Ernst-Lothar von Knorr (2 January 1896 – 30 October 1973) was a German composer, music educator and civil servant.

== The years until 1933 ==
Born in Eitorf, Knorr grew up in Bonn. His parents were the pharmacist Dr. chem. Karl Ferdinand von Knorr and Eugenie Sophie Merten. From 1902 he had his first violin lessons. In 1907 he was admitted to the Cologne Conservatory. After graduating from high school, conservatory examination and military service, he became a violin teacher at the Heidelberg Music Academy in 1919, and in 1920 he founded the Heidelberg Chamber Orchestra Association with P. Gies. On 6 October 1923 he married in Gummersbach Elise Siebel, a granddaughter of Lebrecht Steinmüller, the co-founder of the paper mill L&C Steinmüller. In the same year he became Concert master with the orchestra of the Diaghilev Ballet in Munich, in 1924 followed the establishment and direction of the Volks- und Jugendmusikschule-Süd in Berlin. In 1925 and 1928 his son Friedrich-Carl and his daughter Ellen were born.
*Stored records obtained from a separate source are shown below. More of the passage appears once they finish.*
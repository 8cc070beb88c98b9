// SPDX-License-Identifier: GPL-3.0-or-later
#include "core/findings/estimates.h"

#include "core/findings/words.h"
#include "core/preference/diagnostics.h"

#include <algorithm>
#include <cmath>
#include <fmt/core.h>
#include <numbers>
#include <stdexcept>

namespace whichway {
namespace {

constexpr double kSignCertainty = 0.99;

std::vector<double> column(const Matrix& matrix, std::size_t index) {
    std::vector<double> values(matrix.rows);
    for (std::size_t i = 0; i < matrix.rows; ++i)
        values[i] = matrix(i, index);
    return values;
}

double shareAboveZero(const std::vector<double>& values) {
    return static_cast<double>(std::count_if(values.begin(), values.end(), [](double v) { return v > 0; })) /
           static_cast<double>(values.size());
}

/// The change of a feature that a trade-off speaks of, on the scale that was standardised.
double stepOf(const FeatureDefinition& feature) {
    return feature.scale == FeatureScale::Log ? std::numbers::ln2 : feature.speakPer;
}

std::string sentenceFor(const FeatureDefinition& feature, const FeatureDefinition& numeraire,
                        const TradeOff& tradeOff) {
    const std::string change =
        feature.scale == FeatureScale::Log
            ? fmt::format("Twice as much {}", inSentence(feature.label))
            : fmt::format("{} more {}", withUnit(feature.speakPer, feature.unit), inSentence(feature.label));
    if (!tradeOff.determined)
        return fmt::format("{}: not determined, because the sign of {} is only {:.0f} % certain.", change,
                           inSentence(numeraire.label), 100 * tradeOff.signProbability);
    const std::string unit = numeraire.scale == FeatureScale::Log ? "doublings" : numeraire.unit;
    return fmt::format("{} is balanced by {} {} {} (90 % interval {}).", change,
                       withUnit(std::abs(tradeOff.change.median), unit),
                       tradeOff.change.median < 0 ? "less" : "more", inSentence(numeraire.label),
                       rangeWithUnit(tradeOff.change.low, tradeOff.change.high, unit));
}

} // namespace

Interval intervalOf(std::vector<double> values) {
    return {
        .median = quantileOf(values, 0.5), .low = quantileOf(values, 0.05), .high = quantileOf(values, 0.95)};
}

WeightFindings findWeights(const Protocol& protocol, const Draws& draws) {
    const std::size_t n = draws.count(), d = draws.weights.columns;
    Matrix directions(n, d);
    std::vector<double> lengths(n);
    WeightFindings findings{.meanDirection = std::vector<double>(d, 0.0), .covariance = Matrix(d, d)};
    std::vector<double> mean(d, 0.0);
    for (std::size_t i = 0; i < n; ++i) {
        lengths[i] = std::sqrt(dot(draws.weights.row(i), draws.weights.row(i)));
        for (std::size_t j = 0; j < d; ++j) {
            directions(i, j) = draws.weights(i, j) / lengths[i];
            findings.meanDirection[j] += directions(i, j);
            mean[j] += draws.weights(i, j) / static_cast<double>(n);
        }
    }
    const double length = std::sqrt(dot(findings.meanDirection, findings.meanDirection));
    for (double& component : findings.meanDirection)
        component = length > 0 ? component / length : 0;
    std::vector<double> cosines(n);
    for (std::size_t i = 0; i < n; ++i) {
        cosines[i] = dot(directions.row(i), findings.meanDirection);
        for (std::size_t a = 0; a < d; ++a)
            for (std::size_t b = 0; b < d; ++b)
                findings.covariance(a, b) += (draws.weights(i, a) - mean[a]) *
                                             (draws.weights(i, b) - mean[b]) / static_cast<double>(n - 1);
    }
    findings.directionPrecision = quantileOf(cosines, 0.05);
    findings.sensitivity = intervalOf(lengths);
    for (std::size_t j = 0; j < d; ++j) {
        const std::vector<double> weights = column(draws.weights, j);
        std::vector<double> perUnit = weights;
        for (double& value : perUnit)
            value /= protocol.table.standardisation[j].deviation;
        findings.features.push_back({.feature = protocol.features[j].name,
                                     .direction = intervalOf(column(directions, j)),
                                     .standardised = intervalOf(weights),
                                     .perUnit = intervalOf(perUnit),
                                     .positive = shareAboveZero(weights)});
    }
    return findings;
}

std::vector<TradeOff> findTradeOffs(const Protocol& protocol, const Draws& draws) {
    const auto numeraire =
        std::find_if(protocol.features.begin(), protocol.features.end(),
                     [&](const FeatureDefinition& feature) { return feature.name == protocol.numeraire; });
    if (numeraire == protocol.features.end())
        throw std::invalid_argument("findTradeOffs: the protocol has no such numeraire");
    const auto n = static_cast<std::size_t>(numeraire - protocol.features.begin());
    const double above = shareAboveZero(column(draws.weights, n));
    const double perNumeraire = numeraire->scale == FeatureScale::Log ? std::numbers::ln2 : 1.0;

    std::vector<TradeOff> tradeOffs;
    for (std::size_t j = 0; j < protocol.features.size(); ++j) {
        if (j == n)
            continue;
        TradeOff tradeOff{.feature = protocol.features[j].name,
                          .signProbability = std::max(above, 1 - above)};
        tradeOff.determined = tradeOff.signProbability >= kSignCertainty;
        const double scale = stepOf(protocol.features[j]) * protocol.table.standardisation[n].deviation /
                             protocol.table.standardisation[j].deviation / perNumeraire;
        std::vector<double> changes(draws.count());
        for (std::size_t i = 0; i < changes.size(); ++i)
            changes[i] = -draws.weights(i, j) / draws.weights(i, n) * scale;
        tradeOff.change = intervalOf(std::move(changes));
        tradeOff.sentence = sentenceFor(protocol.features[j], *numeraire, tradeOff);
        tradeOffs.push_back(std::move(tradeOff));
    }
    return tradeOffs;
}

BestMotions findBestMotions(const Protocol& protocol, const Draws& draws) {
    const Matrix& features = protocol.table.standardised;
    std::vector<double> mean(features.rows, 0.0), utility(features.rows);
    std::vector<int> best(features.rows, 0), worst(features.rows, 0);
    double sumOfMax = 0, sumOfMean = 0;
    for (std::size_t i = 0; i < draws.count(); ++i) {
        double total = 0;
        for (std::size_t m = 0; m < features.rows; ++m) {
            utility[m] = dot(draws.weights.row(i), features.row(m));
            mean[m] += utility[m];
            total += utility[m];
        }
        const auto [low, high] = std::minmax_element(utility.begin(), utility.end());
        ++best[static_cast<std::size_t>(high - utility.begin())];
        ++worst[static_cast<std::size_t>(low - utility.begin())];
        sumOfMax += *high;
        sumOfMean += total / static_cast<double>(features.rows);
    }
    const auto [low, high] = std::minmax_element(mean.begin(), mean.end());
    const auto b = static_cast<std::size_t>(high - mean.begin()),
               w = static_cast<std::size_t>(low - mean.begin());
    const auto count = static_cast<double>(draws.count());
    BestMotions found;
    found.best = {.motion = protocol.table.motions[b], .probability = best[b] / count};
    found.worst = {.motion = protocol.table.motions[w], .probability = worst[w] / count};
    found.expectedRegret = (sumOfMax - mean[b]) / (sumOfMax - sumOfMean);
    return found;
}

} // namespace whichway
A third child (Angelika, *1944) died shortly after birth.

== Professional career during the Third Reich ==
In 1937 von Knorr became a teacher at the Staatliche Hochschule für Musik in Berlin, where he received a professorship in 1939. From 1937 to the 31st century. From 1937 until August 31, 1941 he was additionally music adviser of the Oberkommando des Heeres and was promoted to Captain, then to Major of the Wehrmacht. Towards the end of his term of office as music adviser of the OKH, in 1941, together with the General and later Resistance fighter of the 20 July plot, he compiled with Eduard Wagner a list of various music creators, which was signed by Adolf Hitler and meant a Unabkömmlichstellung (UK) und Zurückstellung of 360 musicians. Knorr also appointed some musicians as teachers at the army music schools, exempting them from active military service.

After his term of office as music consultant of the OKH, he was appointed on 31 August 1941, against the resistance of Herbert Gerigk and the Amt Rosenberg deputy director of the Hochschule für Musik und Darstellende Kunst Frankfurt am Main and the military music school in Frankfurt. In 1942 he joined the NSDAP (member number: 8.995.057).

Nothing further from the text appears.